The most common adverse reactions across trials and the label are abdominal pain and distension, nausea, vomiting, headache, injection-site reactions, peripheral edema, and — in stoma patients — gastrointestinal stoma complications; in the pediatric Phase 3 the most common treatment-emergent events were pyrexia and vomiting.[7](https://peptidevox.com/#r7)[15](https://peptidevox.com/#r15) Active gastrointestinal malignancy is an effective contraindication, and in patients with active non-GI malignancy or a history of GI cancer it is used only when benefit clearly outweighs risk.[15](https://peptidevox.com/#r15)

## What is the FDA and WADA status in 2026?
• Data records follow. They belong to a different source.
# Instruction-by-instruction self-check of the RV32I base set. Every check computes one value
# with the instruction under test, prints "#nnn vvvvvvvv" (check number and value in hex) and
# compares it with the value the RISC-V Unprivileged ISA spec (20191213, chapter 2) prescribes;
# a mismatch adds " != eeeeeeee" with the expected value. The last line counts checks and
# failures. Exit code: 0 when every check passed, 1 otherwise.
#
# All 40 instructions appear here except EBREAK (see ebreak.S). Edge cases covered: x0 as the
# destination of every kind of instruction, sign extension of LB/LH against LBU/LHU, shifts by
# 0 and 31 (and register shift amounts above 31), SLT/SLTU and all branches at 0x80000000,
# 0x7fffffff, -1 and 0, branches with negative offsets, JALR to an odd address (bit 0 cleared),
# JALR with rd = rs1, LUI/AUIPC with bit 31 set, ADDI/ANDI/ORI/XORI/SLTI with immediates that
# set instruction bit 30 (a decoder that reads funct7[5] for OP-IMM would turn them into
# subtractions), SRAI against SRLI, misaligned loads and stores, FENCE variants, ECALL write.
#
# Register use: s0 = check number, s1 = failures, s2 = a saved link value. The check routine
# keeps t0-t6 and clobbers a0-a7 and ra.
# Expected values are written out by hand from the spec's definitions.

        .equ    MESSAGE_BYTES, 18       # length of `message` below; li needs it before use

        .section .text.start, "ax"
        .globl _start
_start:
        li      s0, 0
        li      s1, 0
        j       tests

# check: a0 = computed value, a1 = expected value. Prints one line, counts failures.
# Keeps t0-t6 (saved on the stack); clobbers a0-a7 and ra.
check:
        addi    sp, sp, -32         # t0-t6 survive the call, so operands stay set across checks
        sw      t0, 0(sp)
        sw      t1, 4(sp)
        sw      t2, 8(sp)
        sw      t3, 12(sp)
        sw      t4, 16(sp)
        sw      t5, 20(sp)
        sw      t6, 24(sp)
        addi    s0, s0, 1
        la      t0, linebuf
        li      t5, '#'
        sb      t5, 0(t0)
        addi    t0, t0, 1
        mv      t2, s0
        li      t3, 3
        jal     a7, hexout
        li      t5, ' '
        sb      t5, 0(t0)
        addi    t0, t0, 1
        mv      t2, a0
        li      t3, 8
        jal     a7, hexout
        beq     a0, a1, 1f
        addi    s1, s1, 1
        li      t5, ' '
        sb      t5, 0(t0)
        li      t5, '!'
        sb      t5, 1(t0)
        li      t5, '='
        sb      t5, 2(t0)
        li      t5, ' '
        sb      t5, 3(t0)
        addi    t0, t0, 4
        mv      t2, a1
        li      t3, 8
        jal     a7, hexout
1:      li      t5, '\n'
        sb      t5, 0(t0)
        addi    t0, t0, 1
        la      a1, linebuf
        sub     a2, t0, a1
        li      a0, 1
        li      a7, 64
        ecall
        lw      t0, 0(sp)
        lw      t1, 4(sp)
        lw      t2, 8(sp)
        lw      t3, 12(sp)
        lw      t4, 16(sp)
        lw      t5, 20(sp)
        lw      t6, 24(sp)
        addi    sp, sp, 32
        ret

# hexout: writes t3 hex digits of t2 at t0 and advances t0. Returns through a7. Clobbers t4, t5.
hexout:
        slli    t4, t3, 2
1:      addi    t4, t4, -4
        srl     t5, t2, t4
        andi    t5, t5, 15
        addi    t5, t5, -10
        blt     t5, zero, 2f
        addi    t5, t5, 'a'
        j       3f
2:      addi    t5, t5, '0' + 10
3:      sb      t5, 0(t0)
        addi    t0, t0, 1
        bne     t4, zero, 1b
        jalr    x0, 0(a7)

        .macro CHECK reg, expected
        mv      a0, \reg
        li      a1, \expected
        call    check
        .endm

# Result 1 when the branch is taken forward, else 0.
        .macro BRANCH_FWD insn, a, b, expected
        li      t0, \a
        li      t1, \b
        li      t2, 1
        \insn   t0, t1, 1f
        li      t2, 0
1:      CHECK   t2, \expected
        .endm

# Result 1 when the branch is taken backward (negative offset), else 0.
        .macro BRANCH_BACK insn, a, b, expected
        li      t0, \a
        li      t1, \b
        li      t2, 0
        j       2f
1:      li      t2, 1
        j       3f
2:      \insn   t0, t1, 1b
3:      CHECK   t2, \expected
        .endm

tests:
# ---- LUI: rd = imm << 12 (2.4). Bit 31 set gives a negative value, low 12 bits zero.
        lui     t0, 0x12345
        CHECK   t0, 0x12345000
        lui     t0, 0x80000
        CHECK   t0, 0x80000000
        lui     t0, 0xfffff
        CHECK   t0, 0xfffff000
        li      t0, -1
        lui     t0, 0
        CHECK   t0, 0
        lui     x0, 0xabcde
        CHECK   x0, 0

# ---- AUIPC: rd = pc + (imm << 12). Differences between two AUIPCs are independent of the load address.
        auipc   t0, 0
        auipc   t1, 0x80000
        sub     t2, t1, t0
        CHECK   t2, 0x80000004
        auipc   t0, 0
        auipc   t1, 0xfffff
        sub     t2, t1, t0
        CHECK   t2, 0xfffff004
        auipc   t0, 0
        auipc   t1, 1
        sub     t2, t1, t0
        CHECK   t2, 0x1004
        auipc   x0, 0x12345
        CHECK   x0, 0

# ---- JAL: rd = pc + 4, pc += offset (2.5).
        auipc   t1, 0
        jal     t0, 1f
        li      t1, 0           # skipped by the jump
1:      sub     t2, t0, t1
        CHECK   t2, 8
        li      t3, 0
        j       2f              # jal x0, forward
1:      li      t3, 0x55
        j       3f
2:      jal     x0, 1b          # negative offset, link discarded
3:      CHECK   t3, 0x55
        CHECK   x0, 0
        li      t3, 0
        jal     x0, 1f
        li      t3, 1           # must be skipped
1:      CHECK   t3, 0

# ---- JALR: target = (rs1 + imm) with bit 0 cleared, rd = pc + 4 (2.5).
        la      t0, 1f
        addi    t0, t0, 1       # odd address: bit 0 must be ignored
        li      t3, 0
        jalr    s2, 0(t0)
        li      t3, 1           # must be skipped
1:      la      t0, 1b
        sub     t2, s2, t0      # link = address after the jalr = label - 4 (one skipped instruction)
        CHECK   t3, 0
        CHECK   t2, -4
        la      t0, 1f + 8
        li      t3, 0
        jalr    ra, -8(t0)      # negative offset
        li      t3, 1
1:      CHECK   t3, 0
        la      t0, 1f
        jalr    t0, 0(t0)       # rd = rs1: the target uses the old value
        nop
1:      la      t1, 1b
        sub     t2, t1, t0      # t0 = address of the nop = label - 4
        CHECK   t2, 4
        la      t0, 1f
        addi    t0, t0, 3       # 3 + (-3) = label; bit 0 clear anyway
        jalr    x0, -3(t0)
        li      t3, 1
1:      CHECK   x0, 0

# ---- Branches, forward and backward, at the extremes (2.5). 1 = taken.
        BRANCH_FWD  beq,  0x80000000, 0x80000000, 1
        BRANCH_FWD  beq,  0, -1, 0
        BRANCH_BACK beq,  -1, -1, 1
        BRANCH_BACK beq,  0x7fffffff, 0x80000000, 0
        BRANCH_FWD  bne,  0, -1, 1
        BRANCH_FWD  bne,  0x7fffffff, 0x7fffffff, 0
        BRANCH_BACK bne,  0x80000000, 0, 1
        BRANCH_BACK bne,  0, 0, 0
        BRANCH_FWD  blt,  0x80000000, 0x7fffffff, 1
        BRANCH_FWD  blt,  0x7fffffff, 0x80000000, 0
        BRANCH_FWD  blt,  -1, 0, 1
        BRANCH_FWD  blt,  0, -1, 0
        BRANCH_BACK blt,  0x80000000, -1, 1
        BRANCH_BACK blt,  5, 5, 0
        BRANCH_FWD  bge,  0x7fffffff, 0x80000000, 1
        BRANCH_FWD  bge,  0x80000000, 0x7fffffff, 0
        BRANCH_FWD  bge,  -1, -1, 1
        BRANCH_FWD  bge,  -1, 0, 0
        BRANCH_BACK bge,  0, 0x80000000, 1
        BRANCH_BACK bge,  0x80000000, 0, 0
        BRANCH_FWD  bltu, 0x7fffffff, 0x80000000, 1
        BRANCH_FWD  bltu, 0x80000000, 0x7fffffff, 0
        BRANCH_FWD  bltu, 0, -1, 1
        BRANCH_FWD  bltu, -1, 0, 0
        BRANCH_BACK bltu, 0xfffffffe, -1, 1
        BRANCH_BACK bltu, -1, -1, 0
        BRANCH_FWD  bgeu, 0x80000000, 0x7fffffff, 1
        BRANCH_FWD  bgeu, 0x7fffffff, 0x80000000, 0
        BRANCH_FWD  bgeu, -1, 0, 1
        BRANCH_FWD  bgeu, 0, -1, 0
        BRANCH_BACK bgeu, 0, 0, 1
        BRANCH_BACK bgeu, 0x7fffffff, -1, 0

# ---- Loads (2.6): LB/LH sign-extend, LBU/LHU zero-extend, little-endian byte order.
        la      t0, words
        lb      t1, 0(t0)
        CHECK   t1, 0xffffff94
        lbu     t1, 0(t0)
        CHECK   t1, 0x94
        lb      t1, 3(t0)
        CHECK   t1, 0xfffffff1
        lbu     t1, 3(t0)
        CHECK   t1, 0xf1
        lh      t1, 0(t0)
        CHECK   t1, 0xffff8394
        lhu     t1, 0(t0)
        CHECK   t1, 0x8394
        lh      t1, 2(t0)
        CHECK   t1, 0xfffff1e2
        lhu     t1, 2(t0)
        CHECK   t1, 0xf1e2
        lw      t1, 0(t0)
        CHECK   t1, 0xf1e28394
        lb      t1, 4(t0)
        CHECK   t1, 0x01
        lb      t1, 5(t0)
        CHECK   t1, 0x7f
        lh      t1, 4(t0)
        CHECK   t1, 0x7f01
        lhu     t1, 6(t0)
        CHECK   t1, 0x7f01
        la      t0, words + 8
        lw      t1, -4(t0)      # negative offset
        CHECK   t1, 0x7f017f01
        lbu     t1, -8(t0)
        CHECK   t1, 0x94
        lw      x0, -8(t0)
        CHECK   x0, 0
        lbu     x0, -5(t0)
        CHECK   x0, 0

# ---- Stores (2.6): only the low 8/16 bits of rs2 are written.
        la      t0, scratch
        sw      zero, 0(t0)
        sw      zero, 4(t0)
        li      t1, 0x123456ab
        sb      t1, 1(t0)
        lw      t2, 0(t0)
        CHECK   t2, 0x0000ab00
        li      t1, 0xcafe8001
        sh      t1, 2(t0)
        lw      t2, 0(t0)
        CHECK   t2, 0x8001ab00
        li      t1, 0xdeadbeef
        sw      t1, 4(t0)
        lw      t2, 4(t0)
        CHECK   t2, 0xdeadbeef
        addi    t0, t0, 8
        li      t1, 0x5a
        sb      t1, -1(t0)      # negative offset: byte 7
        lw      t2, -4(t0)
        CHECK   t2, 0x5aadbeef

# ---- Misaligned loads and stores (the spec allows them to work; qemu user mode does them byte-wise).
        la      t0, scratch
        sw      zero, 0(t0)
        sw      zero, 4(t0)
        li      t1, 0x11223344
        sw      t1, 1(t0)
        lw      t2, 0(t0)
        CHECK   t2, 0x22334400
        lw      t2, 4(t0)
        CHECK   t2, 0x00000011
        lw      t2, 1(t0)
        CHECK   t2, 0x11223344
        lh      t2, 3(t0)
        CHECK   t2, 0x1122
        li      t1, 0x8899
        sh      t1, 3(t0)
        lhu     t2, 3(t0)
        CHECK   t2, 0x8899
        lh      t2, 3(t0)
        CHECK   t2, 0xffff8899
        lw      t2, 2(t0)
        CHECK   t2, 0x00889933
Teduglutide is an approved biologic, not a research chemical. Gattex was approved December 21, 2012 for adults with parenteral-support-dependent SBS and expanded in 2019 to pediatric patients aged 1 year and older; label revisions through 2024 retain the neoplasia-surveillance and obstruction and biliary warnings.[15](https://peptidevox.com/#r15)[16](https://peptidevox.com/#r16) It is orphan-drug designated, marketed by Takeda with a REMS-style safety program, and approved as Revestive in the EU and additional markets; regional pediatric and infant studies continue.[17](https://peptidevox.com/#r17)[20](https://peptidevox.com/#r20)[21](https://peptidevox.com/#r21) Because it is a defined, commercially available branded product, there is no evidence-based or regulatory basis for compounding it as a research peptide; any 'research-chemical' GLP-2 sold outside the approved supply chain is unapproved and unverified.
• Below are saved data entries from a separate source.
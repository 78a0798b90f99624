# The system-call environment both machines must agree on (Linux RISC-V convention, number in
# a7, arguments in a0..a2, result in a0):
# - write to fd 1 (stdout) and fd 2 (stderr) returns the byte count;
# - write to a descriptor that is not open (99) returns -9, i.e. -EBADF;
# - a zero-length write returns 0 and prints nothing;
# - exit uses only the low 8 bits of its argument: exit(0x12345) gives exit code 0x45.
# Each result is printed as one hex digit pair so a difference shows in stdout.
        .section .text.start, "ax"
        .globl  _start
_start:
        li      a0, 1
        la      a1, out_text
        li      a2, 7
        li      a7, 64
        ecall
        mv      s1, a0                  # 7
        li      a0, 2
        la      a1, err_text
        li      a2, 7
        li      a7, 64
        ecall
        mv      s2, a0                  # 7
        li      a0, 99
        la      a1, out_text
        li      a2, 7
        li      a7, 64
        ecall
        mv      s3, a0                  # -9
        li      a0, 1
        la      a1, out_text
        li      a2, 0
        li      a7, 64
        ecall
        mv      s4, a0                  # 0
        # Print "results ss ss ss ss\n" with each value's low byte in hex.
        la      s5, line
        addi    s6, s5, 8               # first digit slot after "results "
        mv      a0, s1
        jal     ra, put_byte
        mv      a0, s2
        jal     ra, put_byte
        mv      a0, s3
        jal     ra, put_byte
        mv      a0, s4
        jal     ra, put_byte
        li      a0, 1
        mv      a1, s5
        li      a2, 20
        li      a7, 64
        ecall
        li      a0, 0x12345
        li      a7, 93
        ecall

# put_byte: writes the low byte of a0 as two hex digits at s6 and skips a space.
put_byte:
        la      t0, digits
        srli    t1, a0, 4
        andi    t1, t1, 15
        add     t1, t0, t1
        lbu     t1, 0(t1)
        sb      t1, 0(s6)
        andi    t1, a0, 15
        add     t1, t0, t1
        lbu     t1, 0(t1)
        sb      t1, 1(s6)
        addi    s6, s6, 3
        ret

        .section .rodata
out_text:
        .ascii  "stdout\n"
err_text:
        .ascii  "stderr\n"
digits:
        .ascii  "0123456789abcdef"

        .data
line:
        .ascii  "results .. .. .. ..\n"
For athletes, teduglutide is not explicitly named on the WADA Prohibited List. It is a gut-restricted intestinotrophic agent with no recognized ergogenic or anabolic-systemic action — unlike GLP-1 agonists, which WADA placed on its Monitoring Program, GLP-2 analogs are not flagged as performance-relevant. Athletes with a medical need should still verify current status with their anti-doping authority.[19](https://peptidevox.com/#r19)
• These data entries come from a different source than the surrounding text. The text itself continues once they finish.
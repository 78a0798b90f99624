/* Multiplication and division in software (RV32I has no M extension, so gcc calls libgcc's
   __mulsi3, __divsi3, __udivsi3, __modsi3, __umodsi3 and the 64-bit __muldi3/__udivdi3/__umoddi3).
   Prints products, quotients and remainders over a table of edge values and checks the identity
   (a / b) * b + a % b == a that C99 6.5.5 requires of truncating division. 20! = 2432902008176640000
   (a standard table value) checks 64-bit multiplication and printing.
   Exit code: number of failed checks. */
#include "lib.h"

static const int32_t values[] = {
  0, 1, -1, 2, -2, 7, -7, 10, 255, -256, 12345, -98765, 65536, 0x7FFF, -0x8000,
  0x7FFFFFFF, (int32_t)0x80000000, (int32_t)0x80000001, 0x12345678, (int32_t)0xDEADBEEF,
};
#define VALUE_COUNT (sizeof values / sizeof values[0])

/* The compiler must not fold the arithmetic at compile time: read the table through volatile. */
static int32_t value_at(unsigned index) {
  return ((volatile const int32_t *)values)[index];
}

int main(void) {
  int failures = 0;
  uint32_t mix = 0;
  for (unsigned i = 0; i < VALUE_COUNT; i++) {
    for (unsigned j = 0; j < VALUE_COUNT; j++) {
      int32_t a = value_at(i), b = value_at(j);
      uint32_t ua = (uint32_t)a, ub = (uint32_t)b;
      uint32_t product = ua * ub;
      mix = (mix << 5 | mix >> 27) ^ product;
      if (b == 0) continue;
      uint32_t uq = ua / ub, ur = ua % ub;
      if (uq * ub + ur != ua || ur >= ub) failures++;
      mix = (mix << 5 | mix >> 27) ^ uq ^ (ur << 1);
      if (a == (int32_t)0x80000000 && b == -1) continue; /* overflows: undefined in C */
      int32_t q = a / b, r = a % b;
      if (q * b + r != a) failures++;
      mix = (mix << 5 | mix >> 27) ^ (uint32_t)q ^ ((uint32_t)r << 2);
      if (i == j || j == 3 || j == 6) {
        print_dec(a);
        print_str(" / ");
        print_dec(b);
        print_str(" = ");
        print_dec(q);
        print_str(" rem ");
        print_dec(r);
        print_str("; unsigned ");
        print_udec(uq);
        print_str(" rem ");
        print_udec(ur);
        print_str("; product 0x");
        print_hex(product);
        print_char('\n');
      }
    }
  }
  report_hex("mix", mix);

  uint64_t factorial = 1;
  for (uint32_t n = 1; n <= 20; n++) factorial *= n;
  print_str("20! = ");
  print_udec64(factorial);
  print_char('\n');
  if (factorial != 2432902008176640000ull) failures++;
  uint64_t big = 0xFEDCBA9876543210ull;
  print_str("0xfedcba9876543210 / 1000003 = ");
  print_udec64(big / 1000003u);
  print_str(" rem ");
  print_udec64(big % 1000003u);
  print_char('\n');
  if ((big / 1000003u) * 1000003u + big % 1000003u != big) failures++;

  report_dec("failures", failures);
  return failures;
}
**Bottom line.** Teduglutide is a genuine, RCT-proven, disease-modifying therapy — but for a narrow population: short bowel syndrome with intestinal failure dependent on parenteral support, where the evidence is Grade A and biomarker-confirmed. The trade-off is a serious, label-mandated surveillance burden for accelerated neoplastic growth plus obstruction, fluid-overload and biliary/pancreatic risks, making it a specialist-managed drug rather than a casual gut-repair peptide. Its barrier-strengthening biology is frequently cited in leaky-gut and IBD conversations, but that application is Grade C — promising in principle, unproven in humans outside SBS. Regulatory facts here are current as of June 2026 and should be re-verified against the latest FDA label and WADA list.